DATA LISTING section start
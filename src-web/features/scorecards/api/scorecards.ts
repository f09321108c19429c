import { keepPreviousData, queryOptions, useQuery } from '@tanstack/react-query';
import type { ScorecardList, ScorecardPeriod } from '@shared/schemas/scorecard';
import { api } from '../../../lib/api-client';

export interface ScorecardParams {
  period: ScorecardPeriod;
  from?: string;
  to?: string;
}

export const getScorecardsQueryOptions = (q: ScorecardParams, enabled = true) =>
  queryOptions({ queryKey: ['scorecards', 'list', q], queryFn: () => api<ScorecardList>('/scorecards', { query: { ...q } }), placeholderData: keepPreviousData, enabled });
export const useScorecards = (q: ScorecardParams, enabled = true) => useQuery(getScorecardsQueryOptions(q, enabled));
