@dataclass(frozen=True)
class TrueJob:
    """The true network's own structure statistics and fidelity figures (what the sides are compared with).

    Attributes
    ----------
    u, v : numpy.ndarray
        The true contacts, in ``(u, v)`` order (the percolations draw per contact).
    n : int
        People.
    categories : dict
        ``{attribute: integer code of each person}`` for attribute assortativity.
    transmissibility, percolations, seed
        As in :class:`SideJob`.
    """

    u: object
    v: object
    n: int
    categories: dict
    transmissibility: float
    percolations: int
    seed: int

    def run(self) -> dict:
        """``{"stats": structure statistics, "figure": network figures}`` of the true network."""
        import numpy as np

        from .fidelity import network_figures
        from .network_stats import structure_statistics

        stats = structure_statistics(self.u, self.v, self.n, self.categories)
        figure = network_figures(self.u, self.v, self.n, self.transmissibility, np.random.default_rng(self.seed),
                                 self.percolations, average_clustering=stats["average_clustering"])
        return {"stats": stats, "figure": figure}


def network_figures_of(job: SideJob, index: int, rho: float) -> tuple[dict, dict]:
    """Structure statistics and fidelity figures (not yet compared) of the side's network number ``index``.

    The network and its percolations draw from the ``index``-th child of ``job.seed``
    (:meth:`numpy.random.SeedSequence.spawn`): every network has its own stream, so the
    figures do not depend on which thread draws it or in which order.
    """
    import numpy as np

    from ..synthesis import draw_network
    from .fidelity import network_figures
    from .network_stats import structure_statistics

    rng = np.random.default_rng(np.random.SeedSequence(job.seed).spawn(int(job.samples))[index])
    inputs = job.inputs
    n = int(inputs.sizes.sum())
    cats = {c: np.repeat(code, inputs.sizes) for c, code in job.codes.items()}
    su, sv = draw_network(inputs, rng, rho)
    stats = structure_statistics(su, sv, n, cats)
    figure = network_figures(su, sv, n, job.transmissibility, rng, job.percolations,
                             average_clustering=stats["average_clustering"])
    return stats, figure


def run_task(sides: dict, true_job: TrueJob, task: tuple):
    """Do one task of the structure section (here or in the helper).

    ``("fit", side)`` returns the side's affinity ``rho`` (:func:`aggpub.synthesis.fit_affinity`);
    ``("network", side, index, rho)`` returns ``(structure statistics, fidelity figures)`` of
    that network (:func:`network_figures_of`); ``("true",)`` returns :meth:`TrueJob.run`.
    """
    kind = task[0]
    if kind == "fit":
        from ..synthesis import fit_affinity

        return fit_affinity(sides[task[1]].inputs)
    if kind == "network":
        _, name, index, rho = task
        return network_figures_of(sides[name], index, rho)
    if kind == "true":
        return true_job.run()
    raise ValueError(f"unknown structure task {task!r}")


class StructureWork:
    """The structure section's work as small tasks, shared between a helper process and this one.

    Tasks: each side's affinity fit (which, once done, queues one task per network of
    that side with the fitted ``rho``) and the true network's figures. With a helper
    (:func:`start_work`), a feeding thread hands the helper one task at a time from the
    start, while this process audits the rest; :meth:`result` makes this process take
    tasks too until none is left, so neither waits long for the other (the work is
    split network by network, not side by side). Without, this process does every
    task in :meth:`result`. Each network draws from its own generator
    (:func:`network_figures_of`), so the figures do not depend on who computes what.
    A helper that fails (killed, out of memory, not importable) hands its task back
    and this process does the rest.

    Parameters
    ----------
    sides : dict
        ``{side name: SideJob}``.
    true_job : TrueJob
    proc : subprocess.Popen, optional
        The helper (a fresh interpreter running :func:`_serve`); ``None``: no helper.
    """

    def __init__(self, sides: dict, true_job: TrueJob, proc=None):
        import threading
        from collections import deque

        self.sides = dict(sides)
        self.true_job = true_job
        self.proc = proc
        self._cond = threading.Condition()
        self._tasks: deque = deque([("fit", name) for name in self.sides] + [("true",)])
        self._busy = 0  # tasks taken and not finished (a fit adds tasks when it ends)
        self._done: dict = {}
        self._error: BaseException | None = None
        self._closed = False
        self.helper_tasks = 0  # tasks the helper answered
        self.thread = None
        if proc is not None:
            self.thread = threading.Thread(target=self._feed, name="aggpub-audit-structure", daemon=True)
            self.thread.start()

    def _take(self):
        """The next task (``None``: nothing left, or stop)."""
        with self._cond:
            while not self._tasks and self._busy and self._error is None and not self._closed:
                self._cond.wait()
            if not self._tasks or self._error is not None or self._closed:
                return None
            self._busy += 1
            return self._tasks.popleft()

    def _finish(self, task, value=None, error: BaseException | None = None, again: bool = False) -> None:
        """Record a task's value (a fit queues its networks), its error, or hand it back (``again``)."""
        with self._cond:
            self._busy -= 1
            if again:
                self._tasks.appendleft(task)
            elif error is not None:
                self._error = self._error or error
            else:
                self._done[task[:3]] = value  # a network by (kind, side, index): its rho is not part of the key
                if task[0] == "fit":
                    name = task[1]
                    self._tasks.extend(("network", name, i, value) for i in range(int(self.sides[name].samples)))
            self._cond.notify_all()

    def _work_here(self) -> None:
        while (task := self._take()) is not None:
            try:
                value = run_task(self.sides, self.true_job, task)
            except BaseException as exc:  # noqa: BLE001 - raised by result()
                self._finish(task, error=exc)
            else:
                self._finish(task, value)

    def _feed(self) -> None:
        """The feeding thread: the helper's definitions once, then one task at a time, each answer recorded.

        Waiting on the pipe does not hold the interpreter's lock, so this thread costs this
        process almost nothing while the helper works.
        """
        import pickle

        proc = self.proc
        try:
            pickle.dump(("define", self.sides, self.true_job), proc.stdin, protocol=pickle.HIGHEST_PROTOCOL)
            proc.stdin.flush()
        except Exception:  # noqa: BLE001 - the helper is gone: this process does every task
            return
        while (task := self._take()) is not None:
            try:
                pickle.dump(task, proc.stdin, protocol=pickle.HIGHEST_PROTOCOL)
                proc.stdin.flush()
                status, value = pickle.load(proc.stdout)
            except Exception:  # noqa: BLE001 - the helper died: its task goes back to the queue
                self._finish(task, again=True)
                return
            if status != "ok":  # the task failed in the helper: this process does it (and reports any error)
                self._finish(task, again=True)
                return
            self.helper_tasks += 1
            self._finish(task, value)

    def result(self) -> dict:
        """``{side name: {"runs": [...], "figures": [...]}, ..., "true": TrueJob.run()}``, once every task is done."""
        self._work_here()  # returns once no task is queued or taken: a task the helper hands back is done here
        if self.thread is not None:
            self.thread.join()
        if self._error is not None:
            raise self._error
        out = {}
        for name, job in self.sides.items():
            pairs = [self._done[("network", name, i)] for i in range(int(job.samples))]
            out[name] = {"runs": [p[0] for p in pairs], "figures": [p[1] for p in pairs]}
        out["true"] = self._done[("true",)]
        return out

    def close(self) -> None:
        """Stop taking tasks and end the helper (also after :meth:`result`)."""
        with self._cond:
            self._closed = True
            self._tasks.clear()
            self._cond.notify_all()
        if self.proc is not None:
            _end(self.proc)
        if self.thread is not None:
            self.thread.join()
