def test_audit_figures_and_decomposition(lesmis_release):
    _, _, _, rel = lesmis_release
    out = audit_release(rel, monte_carlo=5, structure_samples=2, source=SeededRandomSource(3), seed=1)
    dd = out["degree_distribution"]
    for k in ("ks", "wasserstein1", "l1"):
        assert dd[k] == pytest.approx(dd["grouping_loss"][k] + dd["noise_added"][k])
        assert 0 <= dd[k]
    for name in ("superedge_cells", "contact_matrix:band", "contact_matrix:group", "cut_queries",
                 "supernode_degree_totals"):
        w = out["queries"][name]
        assert {"mean_absolute_error", "median_relative_error", "p90_relative_error", "p99_relative_error",
                "expected_rmse", "monte_carlo"} <= set(w)
    # the released answers: recompute one workload from the public table
    st = rel.truth["superedges"]
    released = rel.tables["superedges"].column("edge_count").to_numpy()
    assert out["queries"]["superedge_cells"]["mean_absolute_error"] == pytest.approx(
        np.mean(np.abs(released - st.count)))
    s = out["structure"]
    assert s["true"]["contacts"] == rel.network.n_edges
    assert s["sampled_from_true_aggregate"]["contacts"]["mean"] == rel.network.n_edges
    # issue 12: the researchers' sampler gives every cell its consistent estimate, rounded without bias
    est = rel.tables["superedges"].column("edge_count_estimate").to_numpy()
    assert np.floor(est).sum() <= s["sampled_from_release"]["contacts"]["mean"] <= np.ceil(est).sum()
    fid = s["fidelity"]
    for which in ("grouping_alone", "release"):
        assert set(fid[which]) == {"contacts_ratio", "degree_ks", "largest_degree_ratio", "clustering_ratio",
                                   "final_size_ratio"}
    assert fid["grouping_alone"]["contacts_ratio"]["mean"] == 1.0  # true cells, exactly
    assert "gate" not in out  # the audit decides nothing: the gate reads released values (aggpub.gate)
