@pytest.mark.parametrize("weighted", [False, True])
def test_view_sensitivity_person_unit_with_layers_brute_force(weighted):
    """Unit person: removing a person with all of their contacts changes one view, all layers, by <= D (tight).

    Networks keep the cap D = 1..4 (half of them the hub worst case); contacts are recorded in 1-3 layers.
    A constant of 1 would fail: changes of D > 1 are seen.
    """
    worst = {}
    for seed in range(12):
        rng = np.random.default_rng(100 + seed)
        cap = 1 + seed % 4
        n, k, n_layers = int(rng.integers(6, 10)), int(rng.integers(2, 4)), int(rng.integers(1, 5))
        x = rng.integers(0, k, n)
        pairs = _capped_base(rng, n, cap, hub=seed % 2 == 0)
        if len(pairs) < 2:
            continue
        base = _rows_of(rng, pairs, n_layers)
        copies, removed = [base], [None]
        for j in range(n):
            rest = [r for r in base if j not in r[:2]]
            if rest:  # (ingest needs a contact)
                copies.append(rest)
                removed.append(j)
        views = _union_views(copies, n, x, k, n_layers, weighted=weighted,
                             people_of=lambda c: [i for i in range(n) if i != removed[c]])
        declared = budget.sensitivity("person", "contact_view_weights" if weighted else "contact_views",
                                      max_contacts=cap, clip=CLIP)
        assert declared == cap * (CLIP if weighted else 1)
        for nb in views[1:]:
            change = int(np.abs(nb - views[0]).sum())
            assert change <= declared
            worst[cap] = max(worst.get(cap, 0), change)
    for cap, w in worst.items():
        assert w == cap * (CLIP if weighted else 1), (cap, w)  # tight for every cap (the hub attains it)
    assert max(worst) > 1


def test_people_per_value_sensitivity_person_unit_brute_force():
    """People per value of an attribute outside the grouping: removing one person changes the counts by 1."""
    assert budget.sensitivity("person", "view_people") == 1 and budget.sensitivity("edge", "view_people") == 0
    rng = np.random.default_rng(7)
    for _ in range(20):
        n, k = int(rng.integers(2, 12)), int(rng.integers(1, 5))
        x = rng.integers(0, k, n)
        full = np.bincount(x, minlength=k)
        changes = {int(np.abs(np.bincount(np.delete(x, j), minlength=k) - full).sum()) for j in range(n)}
        assert changes == {1}


# --------------------------------------------------------------------------- the one-layer rule at ingest


def test_ingest_keeps_the_first_declared_layer_of_a_pair_like_the_reference():
    """The engine's GROUP BY gives each pair the first of its layers in declared order, whatever the row order
    (reference: ``aggpub.estimates.views.one_layer_per_contact``, the core's numpy rule)."""
    rng = np.random.default_rng(3)
    n, m = 40, 400
    u, v = rng.integers(0, n, m), rng.integers(0, n, m)
    lay = rng.integers(0, 4, m)
    edges = pa.table({"source": [f"q{a}" for a in u], "target": [f"q{b}" for b in v],
                      "setting": [LAYERS[i] for i in lay]})
    people = pa.table({"node": [f"q{i}" for i in range(n)], "x": ["a"] * n})
    for order in (LAYERS, tuple(reversed(LAYERS))):
        eng = DuckDBEngine(memory_limit="256MB")
        net = load_network(edges, people, attributes=["x"], engine=eng, layer="setting", layer_values=order)
        res = eng.con.execute("SELECT u, v, layer FROM edges ORDER BY u, v").fetchnumpy()
        eng.close()
        ids = [int(i[1:]) for i in net.ids.to_pylist()]  # dense id -> q<i>
        got = sorted((min(ids[a], ids[b]), max(ids[a], ids[b]), order[int(c)])
                     for a, b, c in zip(res["u"], res["v"], res["layer"]))
        code = np.array([order.index(LAYERS[i]) for i in lay])
        lo, hi, first = one_layer_per_contact(u, v, code, 4)
        assert got == sorted(zip(lo.tolist(), hi.tolist(), [order[i] for i in first]))


def test_undeclared_layer_is_refused_with_a_count_under_edge():
    edges = pa.table({"source": ["a", "b", "c"], "target": ["b", "c", "a"], "setting": ["home", "pub", "school"]})
    people = pa.table({"node": ["a", "b", "c"], "x": ["1", "1", "2"]})
    with pytest.raises(InputError, match=r"1 edge row\(s\) have an empty layer or one not listed in 'layers.values' "
                                         r"\(column 'setting'\) \(first at data row 2\)"):
        load_network(edges, people, attributes=["x"], layer="setting", layer_values=LAYERS)


def _person_inputs(tmp_path, bad_layer: bool):
    G = nx.karate_club_graph()
    rng = np.random.default_rng(2)
    with open(tmp_path / "people.csv", "w", newline="") as f:
        w = csv.writer(f)
        w.writerow(["node", "club"])
        for n in G.nodes():
            w.writerow([f"k{n}", G.nodes[n]["club"]])
    layer = [LAYERS[i] for i in rng.integers(0, 3, G.number_of_edges())]
    if bad_layer:
        layer[17] = "pub"
    with open(tmp_path / "contacts.csv", "w", newline="") as f:
        w = csv.writer(f)
        w.writerow(["source", "target", "setting"])
        for (a, b), lay in zip(G.edges(), layer):
            w.writerow([f"k{a}", f"k{b}", lay])
    (tmp_path / "policy.toml").write_text(f"""
[privacy]
unit = "person"
epsilon = 1.0
max_contacts = 17
[grouping]
attributes = ["club"]
min_size = 5
[grouping.hierarchies.club]
levels = [ {{ "Mr. Hi" = "Mr. Hi", "Officer" = "Officer" }} ]
[layers]
column = "setting"
values = ["home", "school", "work"]
[ledger]
path = "karate.ledger"
dataset = "karate"
lifetime_epsilon = 5.0
""")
DATA LISTING section end
#### WHAT IS NEEDED
Among the lines of the data, which ones contain the word "SeedSequence"? Show them.

#### EXPECTED ANSWER
    (:meth:`numpy.random.SeedSequence.spawn`): every network has its own stream, so the
    rng = np.random.default_rng(np.random.SeedSequence(job.seed).spawn(int(job.samples))[index])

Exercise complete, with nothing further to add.